Sobre abusos físicos y espirituales

Carlos Gurpegui

Carlos Gurpegui

La madurez moral de una sociedad se refleja en cómo resuelve sus propios conflictos. Los numerosos casos de pederastia producidos en el seno de la Iglesia Católica (y en sus diversas órdenes) por fin van viendo la luz, en valiente y cicatrizante denuncia de sus víctimas. Pero en el grueso, el relato oficial queda atenuado, silenciado y hasta escondido bajo una cobarde e injusta cortina de humo, alejada de atender con urgencia y firmeza una resolución que fuera ejemplarizante, y que pudiera restituir con bálsamo la dignidad del amplio planten de personas mancilladas y heridas. En muchos de los casos, la falta de rotundidad del clero se transforma en silencio cómplice con sus depredadores sexuales, apartados en cuarentena del ruido de los medios. En respuesta al hedor de sus ultrajes, ahora son ellos quienes deberían notar otro aliento en sus nucas. «Aquél que ha permitido que abuses de él, te conoce», escribía el poeta y pintor William Blake.

¿Hasta dónde se prolonga el desamparo de los hechos? ¿Dónde quedan pues la ley de Dios y la ley (jurídica) de los hombres (y las mujeres)? ¿Cómo gestiona la Iglesia la justicia, el dolor, el arrepentimiento, la caridad y su compasión, poniendo el foco primero en el socorro de las víctimas humilladas y acosadas hasta la extenuación, cuyas vidas han sido profanadas y arrebatadas? ¿Cómo se restituye un nuevo orden de las cosas y de la vida? ¿Qué hacer ante, a veces, el maquillaje hipócrita y fariseo de un grueso de élites, expertas en esto del barrer y dejar lo más terrible del ser humano escondido debajo de la alfombra del «aquí no ha pasado nada», para limpiar «en casa» los trapos sucios tras las fechorías de sus ovejas descarriadas? ¿Dónde queda el rendir cuentas, el colaborar con la justicia, el restituir y el dar ejemplo?

Tanto en cantidad como en naturaleza, la realidad es tan escandalosa que se necesita de una voz que se comprometa en esclarecer y poner a cada ser humano en el espacio social que le corresponda.
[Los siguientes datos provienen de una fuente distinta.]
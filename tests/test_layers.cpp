// Tests of the layers, the initializers and the network.
#include <doctest/doctest.h>

#include <cmath>
#include <cstdint>
#include <functional>
#include <string>
#include <vector>

#include <tenon/autodiff/gradient_check.hpp>
#include <tenon/layers/network.hpp>

using tenon::make_matrix;
using tenon::matrix;
using tenon::run_mode;

namespace {

template <class T>
matrix<T> random_matrix(std::size_t rows, std::size_t cols, std::uint64_t seed, double low = -1.0, double high = 1.0) {
    tenon::random_engine e(seed);
    matrix<T> m({rows, cols});
    for (std::size_t k = 0; k < m.size(); ++k) m.data()[k] = static_cast<T>(e.uniform<double>(low, high));
    return m;
}

// Loss used for gradient checks: a fixed random linear functional of the
// output, so every output element has a distinct, non-zero weight.
tenon::var<double> probe(tenon::tape<double>& t, tenon::var<double> y) {
    const auto s = y.shape();
    return tenon::sum(y * t.input(random_matrix<double>(s.rows, s.cols, 991)));
}

template <class L>
double layer_gradient_error(L& l, const matrix<double>& x, run_mode mode, const std::function<void()>& before = {}) {
    std::vector<tenon::parameter<double>*> params;
    l.collect_parameters(params);
    tenon::parameter<double> input("input", x);
    params.push_back(&input);
    const auto report = tenon::check_gradients(params, [&](tenon::tape<double>& t) {
        if (before) before();
        return probe(t, l.forward(t, t.track(input), mode));
    });
    return report.max_rel_error;
}

template <class F>
std::string code_of(F&& f) {
    try {
        f();
    } catch (const tenon::error& e) {
        return e.code();
    }
    return "no error";
}

}  // namespace

// ---------------------------------------------------------------- initializers

TEST_CASE_TEMPLATE("initializers give bit-identical values for a seed", T, float, double) {
    // These numbers pin cross-platform determinism: they were printed once
    // (seed 42, fan_in 3, fan_out 5, first four values) and must come out bit
    // for bit on every standard library and compiler. Float weights are the
    // double draws rounded once.
    struct expected_values {
        tenon::initializer init;
        double values[4];
    };
    const expected_values table[] = {
        {{tenon::init_scheme::glorot, tenon::init_distribution::uniform},
         {-0.72077047703504427, -0.20961235457150795, 0.31184433546874413, 0.73558975891964251}},
        {{tenon::init_scheme::glorot, tenon::init_distribution::normal},
         {-0.36310956912239284, -0.10559845911597993, 0.11081135075179666, 0.26138584387800728}},
        {{tenon::init_scheme::he, tenon::init_distribution::uniform},
         {-1.1770132602655197, -0.34229554165569298, 0.50923966738381665, 1.201213046246677}},
        {{tenon::init_scheme::he, tenon::init_distribution::normal},
         {-0.59295544338114714, -0.17244156163886776, 0.18095417803364994, 0.42684129565860268}},
        {{tenon::init_scheme::lecun, tenon::init_distribution::uniform},
         {-0.83227405788023567, -0.24203949867466279, 0.36008682205627873, 0.84938589065077519}},
        {{tenon::init_scheme::lecun, tenon::init_distribution::normal},
         {-0.41928281495628505, -0.12193459759324139, 0.12795392637163167, 0.30182237465064998}},
    };
    for (const auto& row : table) {
        CAPTURE(tenon::init_scheme_name(row.init.scheme));
        CAPTURE(tenon::init_distribution_name(row.init.distribution));
        tenon::random_engine engine(42);
        matrix<T> m({2, 2});
        tenon::initialize(m, row.init, 3, 5, engine);
        for (int k = 0; k < 4; ++k) CHECK(m.data()[k] == static_cast<T>(row.values[k]));
    }
}

TEST_CASE_TEMPLATE("each initializer's empirical variance matches its formula", T, float, double) {
    // Glorot & Bengio 2010 eq. 16: 2 / (fan_in + fan_out); He et al. 2015
    // eq. 10: 2 / fan_in; LeCun et al. 1998 section 4.6: 1 / fan_in.
    const std::size_t fan_in = 200, fan_out = 300;
    const struct {
        tenon::initializer init;
        double variance;
    } table[] = {
        {{tenon::init_scheme::glorot, tenon::init_distribution::uniform}, 2.0 / (fan_in + fan_out)},
        {{tenon::init_scheme::glorot, tenon::init_distribution::normal}, 2.0 / (fan_in + fan_out)},
        {{tenon::init_scheme::he, tenon::init_distribution::uniform}, 2.0 / fan_in},
        {{tenon::init_scheme::he, tenon::init_distribution::normal}, 2.0 / fan_in},
        {{tenon::init_scheme::lecun, tenon::init_distribution::uniform}, 1.0 / fan_in},
        {{tenon::init_scheme::lecun, tenon::init_distribution::normal}, 1.0 / fan_in},
    };
    for (const auto& row : table) {
        CAPTURE(tenon::init_scheme_name(row.init.scheme));
        CAPTURE(tenon::init_distribution_name(row.init.distribution));
        tenon::random_engine engine(7);
        matrix<T> m({fan_in, fan_out});
        tenon::initialize(m, row.init, fan_in, fan_out, engine);
        double total = 0.0, squares = 0.0;
        for (std::size_t k = 0; k < m.size(); ++k) {
            total += static_cast<double>(m.data()[k]);
            squares += static_cast<double>(m.data()[k]) * static_cast<double>(m.data()[k]);
        }
        const double n = static_cast<double>(m.size());
        const double mean = total / n;
        const double variance = squares / n - mean * mean;
        // 60000 draws: the sample variance's relative standard error is about
        // sqrt(2 / n) = 0.6% for normals, less for uniforms; 3% is 5 sigma.
        CHECK(variance == doctest::Approx(row.variance).epsilon(0.03));
        CHECK(std::abs(mean) < 4.0 * std::sqrt(row.variance / n));
        CHECK(tenon::init_variance(row.init.scheme, fan_in, fan_out) == doctest::Approx(row.variance));
    }
}

TEST_CASE_TEMPLATE("zeros and constant initializers, and initializer names", T, float, double) {
    tenon::random_engine engine(1);
    matrix<T> m({3, 2});
    tenon::initialize(m, tenon::initializer{tenon::init_scheme::constant, {}, 0.25}, 3, 2, engine);
    for (std::size_t k = 0; k < m.size(); ++k) CHECK(m.data()[k] == T(0.25));
    tenon::initialize(m, tenon::initializer{tenon::init_scheme::zeros}, 3, 2, engine);
    for (std::size_t k = 0; k < m.size(); ++k) CHECK(m.data()[k] == T(0));
    CHECK(tenon::parse_init_scheme("he") == tenon::init_scheme::he);
    CHECK(tenon::parse_init_distribution("normal") == tenon::init_distribution::normal);
    const tenon::initializer parsed = tenon::parse_initializer("he", "normal");
    CHECK((parsed.scheme == tenon::init_scheme::he && parsed.distribution == tenon::init_distribution::normal));
    // One name per method: a method and its distribution are never spelled
    // as one word.
    CHECK(code_of([] { tenon::parse_initializer("he-normal"); }) == "model.record.unknown_kind");
    CHECK(code_of([] { tenon::parse_init_scheme("gaussian"); }) == "model.record.unknown_kind");
    CHECK(code_of([] { tenon::parse_init_distribution("triangular"); }) == "model.record.unknown_kind");
}

// ---------------------------------------------------------------- dense

TEST_CASE_TEMPLATE("dense layer computes x W + b", T, float, double) {
    tenon::dense<T> d(2, 3);
    d.weights().assign(make_matrix<T>({{T(1), T(2), T(3)}, {T(-1), T(0), T(0.5)}}));
    d.bias().assign(make_matrix<T>({{T(0.5), T(-0.5), T(1)}}));
    tenon::tape<T> t;
    const auto y = d.forward(t, t.input(make_matrix<T>({{T(1), T(1)}, {T(2), T(0)}})), run_mode::training);
    const auto& v = y.value();
    CHECK(v(0, 0) == doctest::Approx(0.5));
    CHECK(v(0, 1) == doctest::Approx(1.5));
    CHECK(v(0, 2) == doctest::Approx(4.5));
    CHECK(v(1, 0) == doctest::Approx(2.5));
    CHECK(v(1, 2) == doctest::Approx(7.0));
    CHECK(code_of([&] { d.forward(t, t.input(make_matrix<T>({{T(1), T(2), T(3)}})), run_mode::training); }) == "core.shape.mismatch");
    CHECK(code_of([] { tenon::dense<T>(0, 3); }) == "model.layer.option");
}

TEST_CASE("dense layer gradients agree with finite differences") {
    tenon::random_engine engine(3);
    tenon::dense<double> d(4, 3, engine, {}, tenon::initializer{tenon::init_scheme::constant, {}, 0.1});
    CHECK(layer_gradient_error(d, random_matrix<double>(5, 4, 11), run_mode::training) < 1e-6);
    tenon::dense<double> no_bias(4, 2, engine, {}, {}, false);
    CHECK(layer_gradient_error(no_bias, random_matrix<double>(3, 4, 12), run_mode::training) < 1e-6);
}

// ---------------------------------------------------------------- activations

TEST_CASE("every activation layer's gradient agrees with finite differences") {
    // Inputs avoid 0, where relu, leaky_relu and elu have a kink.
    matrix<double> x = random_matrix<double>(4, 5, 21, -2.0, 2.0);
    for (std::size_t k = 0; k < x.size(); ++k)
        if (std::abs(x.data()[k]) < 0.05) x.data()[k] = 0.3;
    for (int i = 0; i <= static_cast<int>(tenon::activation::log_softmax); ++i) {
        const auto a = static_cast<tenon::activation>(i);
        CAPTURE(tenon::activation_name(a));
        tenon::activation_layer<double> l(a);
        CHECK(layer_gradient_error(l, x, run_mode::training) < 1e-6);
    }
}

TEST_CASE_TEMPLATE("activation layers compute their functions", T, float, double) {
    tenon::tape<T> t;
    const auto x = t.input(make_matrix<T>({{T(-1), T(2)}}));
    auto value = [&](tenon::activation a, double c) {
        tenon::activation_layer<T> l(a, c);
        return l.forward(t, x, run_mode::inference).value();
    };
    CHECK(value(tenon::activation::relu, 0)(0, 0) == T(0));
    CHECK(value(tenon::activation::leaky_relu, 0.1)(0, 0) == doctest::Approx(-0.1));
    CHECK(value(tenon::activation::elu, 1.0)(0, 0) == doctest::Approx(std::expm1(-1.0)));
    CHECK(value(tenon::activation::identity, 0)(0, 1) == T(2));
    const auto s = value(tenon::activation::softmax, 0);
    CHECK(s(0, 0) + s(0, 1) == doctest::Approx(1.0));
    CHECK(s(0, 1) == doctest::Approx(std::exp(2.0) / (std::exp(-1.0) + std::exp(2.0))));
    CHECK(tenon::parse_activation("gelu_tanh") == tenon::activation::gelu_tanh);
    CHECK(code_of([] { tenon::parse_activation("swish"); }) == "model.record.unknown_kind");
    CHECK(code_of([] { tenon::activation_layer<T>(tenon::activation::elu, std::nan("")); }) == "model.layer.option");
}

// ---------------------------------------------------------------- dropout

TEST_CASE_TEMPLATE("dropout drops at its rate, scales the rest and is off at inference", T, float, double) {
    const double rate = 0.3;
    tenon::dropout<T> d(rate, 5);
    tenon::tape<T> t;
    matrix<T> x({200, 50});
    x.fill(T(1));
    const auto y = d.forward(t, t.input(x), run_mode::training);
    std::size_t dropped = 0;
    const T kept = static_cast<T>(1.0 / (1.0 - rate));
    for (std::size_t k = 0; k < x.size(); ++k) {
        const T v = y.value().data()[k];
        CHECK((v == T(0) || v == kept));
        dropped += v == T(0);
    }
    // 10000 Bernoulli(0.3) draws: standard error 0.0046; allow 5 sigma.
    CHECK(static_cast<double>(dropped) / static_cast<double>(x.size()) == doctest::Approx(rate).epsilon(0.08));
    // A new mask at every training forward.
    const matrix<T> first = d.last_mask();
    d.forward(t, t.input(x), run_mode::training);
    CHECK(first != d.last_mask());
    // Inference passes the value through unchanged.
    const auto z = d.forward(t, t.input(x), run_mode::inference);
    CHECK(z.value() == x);
    // The same seed gives the same masks.
    tenon::dropout<T> again(rate, 5);
    again.forward(t, t.input(x), run_mode::training);
    CHECK(again.last_mask() == first);
    CHECK(code_of([] { tenon::dropout<T>(1.0); }) == "model.layer.option");
    CHECK(code_of([] { tenon::dropout<T>(-0.1); }) == "model.layer.option");
}

TEST_CASE("dropout gradient agrees with finite differences for a fixed mask") {
    tenon::dropout<double> d(0.4, 9);
    CHECK(layer_gradient_error(d, random_matrix<double>(6, 4, 31), run_mode::training, [&] { d.engine().reseed(9); }) < 1e-6);
}

// ---------------------------------------------------------------- normalization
Estamos ante un problema mayor, no menor de «sólo unos miles», necesitado de rotundidad convincente, continuada y permanente, como hace escasos días sugería el Defensor del Pueblo, Ángel Gabilondo, para la reparación de las 440.000 víctimas que tiene en su haber la Iglesia española, un 1,13% de la población adulta actual, donde reparar no es solo enmendar o desagraviar. Es, ante todo, «remediar», buscar una solución que adopte unos protocolos de prevención que materialicen el compromiso del consabido «no volverá a suceder». Porque, ante estas cifras de barbarie, ¿cómo se están gestionando los casos sucedidos en España y, más en concreto, en Aragón?

Ante las 330.000 víctimas de nuestros vecinos franceses, sus obispos vendieron parte de su patrimonio inmobiliario para cubrir las indemnizaciones, un gesto de aliento que al menos decía lo suyo sobre su capacidad de vergüenza. La realidad se alinea en la misma longitud de onda que lo denunciado por Alejandro Monteverde en su película Sound of Freedom, director con el que hace poco tuve la suerte de conversar en los Cines Palafox. Pisando las primeras ramas en los bosques de este terror, Monteverde insistía que, más allá de ideologías, la cuestión de los abusos a menores requería de una «urgente visibilidad» para estar en la agenda de agentes e instituciones. Como apuntaba en otro escenario Julian Assange, «el secreto no debería ser usado para cubrir abusos». Salga entonces, pues, la verdad con luz y taquígrafos para reparar y para sanar.